## Problem details
Could you write out the lines below exactly, beginning with the first and finishing with the one that contains "if err != nil"?

Dataset entries:
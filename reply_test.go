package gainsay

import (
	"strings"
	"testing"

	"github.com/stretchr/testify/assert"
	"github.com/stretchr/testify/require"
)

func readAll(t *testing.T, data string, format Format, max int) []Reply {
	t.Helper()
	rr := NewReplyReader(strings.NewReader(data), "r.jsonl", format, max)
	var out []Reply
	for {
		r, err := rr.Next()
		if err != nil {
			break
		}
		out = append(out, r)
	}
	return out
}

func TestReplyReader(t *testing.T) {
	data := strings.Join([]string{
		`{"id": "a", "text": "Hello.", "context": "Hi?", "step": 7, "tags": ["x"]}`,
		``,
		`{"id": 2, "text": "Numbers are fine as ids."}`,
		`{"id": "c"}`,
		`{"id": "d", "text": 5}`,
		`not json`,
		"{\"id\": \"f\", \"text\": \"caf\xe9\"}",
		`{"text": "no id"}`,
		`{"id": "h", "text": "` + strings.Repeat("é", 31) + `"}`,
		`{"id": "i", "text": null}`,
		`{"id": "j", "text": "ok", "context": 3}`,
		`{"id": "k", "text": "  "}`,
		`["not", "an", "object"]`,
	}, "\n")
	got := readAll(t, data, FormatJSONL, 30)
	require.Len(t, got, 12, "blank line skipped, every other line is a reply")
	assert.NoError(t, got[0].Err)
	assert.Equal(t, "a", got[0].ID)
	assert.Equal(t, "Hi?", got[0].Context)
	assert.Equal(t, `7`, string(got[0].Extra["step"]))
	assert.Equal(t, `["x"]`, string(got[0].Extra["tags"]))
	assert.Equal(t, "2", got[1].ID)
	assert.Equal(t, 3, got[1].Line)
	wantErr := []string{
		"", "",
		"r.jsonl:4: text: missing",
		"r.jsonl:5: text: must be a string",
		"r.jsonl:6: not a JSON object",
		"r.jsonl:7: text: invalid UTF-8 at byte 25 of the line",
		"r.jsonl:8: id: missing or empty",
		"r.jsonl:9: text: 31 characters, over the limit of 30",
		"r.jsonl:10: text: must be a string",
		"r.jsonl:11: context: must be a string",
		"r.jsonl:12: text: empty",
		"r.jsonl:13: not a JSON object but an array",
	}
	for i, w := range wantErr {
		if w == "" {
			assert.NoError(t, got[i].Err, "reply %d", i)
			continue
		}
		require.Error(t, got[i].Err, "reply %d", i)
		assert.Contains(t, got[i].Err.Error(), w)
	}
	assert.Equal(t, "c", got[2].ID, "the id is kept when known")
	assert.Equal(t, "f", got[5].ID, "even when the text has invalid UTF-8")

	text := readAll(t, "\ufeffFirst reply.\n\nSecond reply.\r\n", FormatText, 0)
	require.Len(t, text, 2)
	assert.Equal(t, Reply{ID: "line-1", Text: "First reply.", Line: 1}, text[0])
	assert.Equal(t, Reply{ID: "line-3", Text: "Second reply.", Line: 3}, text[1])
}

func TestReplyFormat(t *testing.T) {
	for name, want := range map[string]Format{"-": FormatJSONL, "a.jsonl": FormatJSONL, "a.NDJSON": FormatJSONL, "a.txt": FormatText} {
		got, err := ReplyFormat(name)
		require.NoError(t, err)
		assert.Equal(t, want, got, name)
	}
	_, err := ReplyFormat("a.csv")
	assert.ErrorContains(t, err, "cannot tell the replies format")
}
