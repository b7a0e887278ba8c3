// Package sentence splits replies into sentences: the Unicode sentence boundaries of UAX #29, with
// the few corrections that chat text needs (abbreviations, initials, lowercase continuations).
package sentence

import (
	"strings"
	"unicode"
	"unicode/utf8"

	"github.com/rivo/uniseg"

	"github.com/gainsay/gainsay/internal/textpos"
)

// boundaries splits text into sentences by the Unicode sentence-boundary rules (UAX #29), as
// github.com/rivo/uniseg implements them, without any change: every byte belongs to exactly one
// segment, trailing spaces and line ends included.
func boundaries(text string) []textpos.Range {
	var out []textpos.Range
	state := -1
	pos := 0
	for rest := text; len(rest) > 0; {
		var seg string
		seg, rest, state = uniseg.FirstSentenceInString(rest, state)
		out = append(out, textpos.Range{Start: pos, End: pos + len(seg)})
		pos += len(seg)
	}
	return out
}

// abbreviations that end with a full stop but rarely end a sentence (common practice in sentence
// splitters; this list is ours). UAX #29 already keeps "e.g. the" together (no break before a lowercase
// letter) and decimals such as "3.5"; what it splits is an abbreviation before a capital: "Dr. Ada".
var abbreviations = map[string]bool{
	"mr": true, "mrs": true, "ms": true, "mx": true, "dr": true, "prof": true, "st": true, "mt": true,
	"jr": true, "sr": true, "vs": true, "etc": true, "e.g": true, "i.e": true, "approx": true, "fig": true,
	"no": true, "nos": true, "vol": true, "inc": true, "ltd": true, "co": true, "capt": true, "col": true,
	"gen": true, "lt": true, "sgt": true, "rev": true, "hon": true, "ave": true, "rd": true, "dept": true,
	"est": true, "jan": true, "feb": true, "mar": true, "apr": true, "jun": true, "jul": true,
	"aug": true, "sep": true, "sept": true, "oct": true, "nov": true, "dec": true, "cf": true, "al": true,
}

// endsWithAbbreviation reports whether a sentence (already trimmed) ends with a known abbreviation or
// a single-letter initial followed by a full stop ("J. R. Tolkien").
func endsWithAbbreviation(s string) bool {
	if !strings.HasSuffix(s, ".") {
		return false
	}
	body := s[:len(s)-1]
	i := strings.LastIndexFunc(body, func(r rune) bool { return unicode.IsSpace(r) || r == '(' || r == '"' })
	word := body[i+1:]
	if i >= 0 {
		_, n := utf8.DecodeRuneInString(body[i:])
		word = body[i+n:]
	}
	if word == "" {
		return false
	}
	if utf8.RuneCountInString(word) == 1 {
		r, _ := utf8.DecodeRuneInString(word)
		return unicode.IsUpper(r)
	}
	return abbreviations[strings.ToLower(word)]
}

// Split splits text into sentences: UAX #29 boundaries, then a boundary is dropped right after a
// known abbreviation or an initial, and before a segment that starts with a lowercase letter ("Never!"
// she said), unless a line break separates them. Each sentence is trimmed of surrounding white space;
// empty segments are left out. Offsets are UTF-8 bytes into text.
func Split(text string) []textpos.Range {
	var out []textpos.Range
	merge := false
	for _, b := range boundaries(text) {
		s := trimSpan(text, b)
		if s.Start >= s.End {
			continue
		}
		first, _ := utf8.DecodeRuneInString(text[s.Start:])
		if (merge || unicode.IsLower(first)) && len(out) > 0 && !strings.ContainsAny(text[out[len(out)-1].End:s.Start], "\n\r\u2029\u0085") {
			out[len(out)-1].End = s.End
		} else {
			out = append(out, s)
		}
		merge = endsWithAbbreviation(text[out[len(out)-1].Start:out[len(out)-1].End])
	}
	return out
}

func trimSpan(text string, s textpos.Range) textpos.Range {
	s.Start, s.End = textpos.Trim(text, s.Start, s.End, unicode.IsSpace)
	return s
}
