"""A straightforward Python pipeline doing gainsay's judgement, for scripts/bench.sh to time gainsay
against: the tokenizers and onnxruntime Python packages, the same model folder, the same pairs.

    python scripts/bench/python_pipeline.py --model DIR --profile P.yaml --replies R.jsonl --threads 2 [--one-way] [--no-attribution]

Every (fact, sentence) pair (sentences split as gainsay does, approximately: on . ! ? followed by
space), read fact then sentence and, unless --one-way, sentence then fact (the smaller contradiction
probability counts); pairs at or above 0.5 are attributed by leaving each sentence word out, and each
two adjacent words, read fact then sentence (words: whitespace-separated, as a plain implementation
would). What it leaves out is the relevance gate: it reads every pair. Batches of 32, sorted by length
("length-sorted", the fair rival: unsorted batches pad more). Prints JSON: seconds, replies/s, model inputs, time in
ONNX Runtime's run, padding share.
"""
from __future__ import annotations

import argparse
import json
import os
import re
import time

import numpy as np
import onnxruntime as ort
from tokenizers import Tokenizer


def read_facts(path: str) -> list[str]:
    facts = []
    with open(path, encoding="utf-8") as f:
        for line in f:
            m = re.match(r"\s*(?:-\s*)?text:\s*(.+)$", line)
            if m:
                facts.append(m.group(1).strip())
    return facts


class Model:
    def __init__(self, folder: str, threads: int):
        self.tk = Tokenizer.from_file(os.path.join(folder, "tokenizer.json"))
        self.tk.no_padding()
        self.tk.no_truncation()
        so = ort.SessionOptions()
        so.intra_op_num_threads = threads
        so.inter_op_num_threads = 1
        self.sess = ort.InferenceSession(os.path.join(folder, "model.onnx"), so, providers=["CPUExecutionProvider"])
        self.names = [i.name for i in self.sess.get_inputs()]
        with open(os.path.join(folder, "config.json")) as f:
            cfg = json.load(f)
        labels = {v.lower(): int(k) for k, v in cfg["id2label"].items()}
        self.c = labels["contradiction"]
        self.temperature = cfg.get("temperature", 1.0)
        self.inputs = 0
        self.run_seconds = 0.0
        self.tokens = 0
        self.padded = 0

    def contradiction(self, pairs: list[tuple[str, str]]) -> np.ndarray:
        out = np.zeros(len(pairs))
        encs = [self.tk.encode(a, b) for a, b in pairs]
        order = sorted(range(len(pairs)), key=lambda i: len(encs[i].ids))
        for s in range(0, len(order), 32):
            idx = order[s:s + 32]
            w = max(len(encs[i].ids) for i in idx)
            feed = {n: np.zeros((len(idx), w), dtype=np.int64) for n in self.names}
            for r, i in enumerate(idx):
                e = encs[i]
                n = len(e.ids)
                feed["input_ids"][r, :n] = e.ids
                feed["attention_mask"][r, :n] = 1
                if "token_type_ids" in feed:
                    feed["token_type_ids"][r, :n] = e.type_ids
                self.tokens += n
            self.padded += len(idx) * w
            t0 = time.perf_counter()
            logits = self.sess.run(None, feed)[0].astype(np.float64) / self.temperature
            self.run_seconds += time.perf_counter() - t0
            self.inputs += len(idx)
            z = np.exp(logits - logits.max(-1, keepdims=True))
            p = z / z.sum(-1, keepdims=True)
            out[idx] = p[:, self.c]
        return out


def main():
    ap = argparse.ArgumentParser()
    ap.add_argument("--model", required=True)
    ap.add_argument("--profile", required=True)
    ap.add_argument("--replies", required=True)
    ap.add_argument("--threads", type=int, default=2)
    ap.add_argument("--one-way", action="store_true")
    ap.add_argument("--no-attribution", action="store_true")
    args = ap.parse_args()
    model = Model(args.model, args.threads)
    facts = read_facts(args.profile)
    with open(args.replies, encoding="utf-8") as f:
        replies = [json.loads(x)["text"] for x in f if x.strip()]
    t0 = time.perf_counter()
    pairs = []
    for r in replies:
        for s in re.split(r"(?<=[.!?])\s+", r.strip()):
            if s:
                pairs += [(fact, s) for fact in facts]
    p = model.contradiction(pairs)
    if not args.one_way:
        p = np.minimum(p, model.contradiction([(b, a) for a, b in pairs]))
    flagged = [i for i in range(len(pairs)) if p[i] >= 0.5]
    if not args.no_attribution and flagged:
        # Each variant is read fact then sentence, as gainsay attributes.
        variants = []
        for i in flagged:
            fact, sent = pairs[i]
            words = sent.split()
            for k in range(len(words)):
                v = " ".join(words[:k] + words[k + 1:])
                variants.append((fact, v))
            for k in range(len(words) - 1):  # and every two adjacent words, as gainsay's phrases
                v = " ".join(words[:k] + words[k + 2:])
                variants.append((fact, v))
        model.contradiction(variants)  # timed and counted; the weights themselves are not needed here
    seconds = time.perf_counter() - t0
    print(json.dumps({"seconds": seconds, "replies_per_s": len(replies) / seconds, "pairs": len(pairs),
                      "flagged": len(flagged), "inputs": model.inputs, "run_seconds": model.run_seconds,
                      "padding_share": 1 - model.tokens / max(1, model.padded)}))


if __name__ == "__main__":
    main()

## Reply to the exercise
filename reply_test.go
package gainsay

import (
	"strings"
	"testing"

	"github.com/stretchr/testify/assert"
	"github.com/stretchr/testify/require"
)

func readAll(t *testing.T, data string, format Format, max int) []Reply {
	t.Helper()
	rr := NewReplyReader(strings.NewReader(data), "r.jsonl", format, max)
	var out []Reply
	for {
		r, err := rr.Next()
		if err != nil {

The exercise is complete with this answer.